What you'll be able to do
- Know when an A/B test was designed wrong before the results come in
- Ask the right questions when an ML model underperforms in production
- Evaluate whether an AI feature is actually ready to ship — not just technically functional
- Read a model evaluation report and know what's missing from it
- Have a real conversation with your data team about tradeoffs, not just hand off requirements
- Make informed build vs buy vs API decisions for AI features
How to use this course
The early chapters build vocabulary the later ones use, so reading in order pays off. Wherever a concept is clearer to see than to read, there's an interactive visualisation — the intuition from dragging a slider is stickier than a definition. Every chapter ends with a PM Playbook: the specific questions to ask in real meetings, scoped to that chapter's topic.
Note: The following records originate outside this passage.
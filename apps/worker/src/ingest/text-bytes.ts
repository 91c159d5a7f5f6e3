import { isUtf8 } from 'node:buffer';
import { completeUtf8Length, type TextEncoding } from '@plumbline/contracts';
import { FileFormatError } from './file-format-error.ts';

const notText = (message: string) => new FileFormatError({ row: 1, column: null, code: 'not_text', message });

/**
 * Passes a file's bytes on as UTF-8, checking every chunk: a NUL byte or a byte sequence that is not
 * UTF-8 anywhere in the file stops it with a FileFormatError. A Windows-1252 file is decoded and passed on
 * re-encoded as UTF-8. Any upload kind can read its file through this.
 */
export async function* textBytes(
  source: AsyncIterable<Buffer>,
  encoding: TextEncoding,
): AsyncGenerator<Buffer> {
  let offset = 0;
  if (encoding === 'windows-1252') {
    const decoder = new TextDecoder('windows-1252');
    for await (const chunk of source) {
      const nul = chunk.indexOf(0);
      if (nul !== -1) throw nulError(offset + nul);
      offset += chunk.length;
      yield Buffer.from(decoder.decode(chunk, { stream: true }), 'utf8');
    }
    return;
  }
  // A multi-byte character may be split between chunks: its first bytes wait for the next chunk.
  let carry: Buffer = Buffer.alloc(0);
  for await (const chunk of source) {
    const nul = chunk.indexOf(0);
    if (nul !== -1) throw nulError(offset + nul);
    const bytes = carry.length ? Buffer.concat([carry, chunk]) : chunk;
    const complete = completeUtf8Length(bytes);
    if (!isUtf8(bytes.subarray(0, complete)))
      throw notUtf8(offset - carry.length, bytes.subarray(0, complete));
    offset += chunk.length;
    carry = Buffer.from(bytes.subarray(complete));
    yield chunk;
  }
  if (carry.length && !isUtf8(carry)) throw notUtf8(offset - carry.length, carry);
}

function nulError(at: number): FileFormatError {
  return notText(`This is not a text file: it holds binary data (a NUL byte at byte ${at + 1}).`);
}

function notUtf8(base: number, bytes: Buffer): FileFormatError {
  // Where: the first byte at which fatal decoding of the prefix fails.
  let good = 0;
  let low = 0;
  let high = bytes.length;
  while (low < high) {
    const mid = (low + high + 1) >> 1;
    if (isUtf8(bytes.subarray(0, completeUtf8Length(bytes.subarray(0, mid))))) {
      good = mid;
      low = mid;
    } else high = mid - 1;
  }
  return notText(
    `The file is not UTF-8 text from byte ${base + completeUtf8Length(bytes.subarray(0, good)) + 1}: ` +
      'save it as UTF-8 ("CSV UTF-8" in most spreadsheets) and upload it again.',
  );
}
PM Playbook — Questions to ask right now
The next time someone shares analysis in a meeting, try these:
- What are we comparing to? (baseline, time period, segment)
- What else changed at the same time? (other launches, seasonality)
- Who is included in this data? (all users? active only? specific platform?)
- What would this look like if we were wrong? (what's the counter-evidence?)
- How confident are we this caused the change, not just correlated with it?
- Is this finding big enough to act on, or just statistically detectable?
These six questions alone will change the quality of decisions your team makes.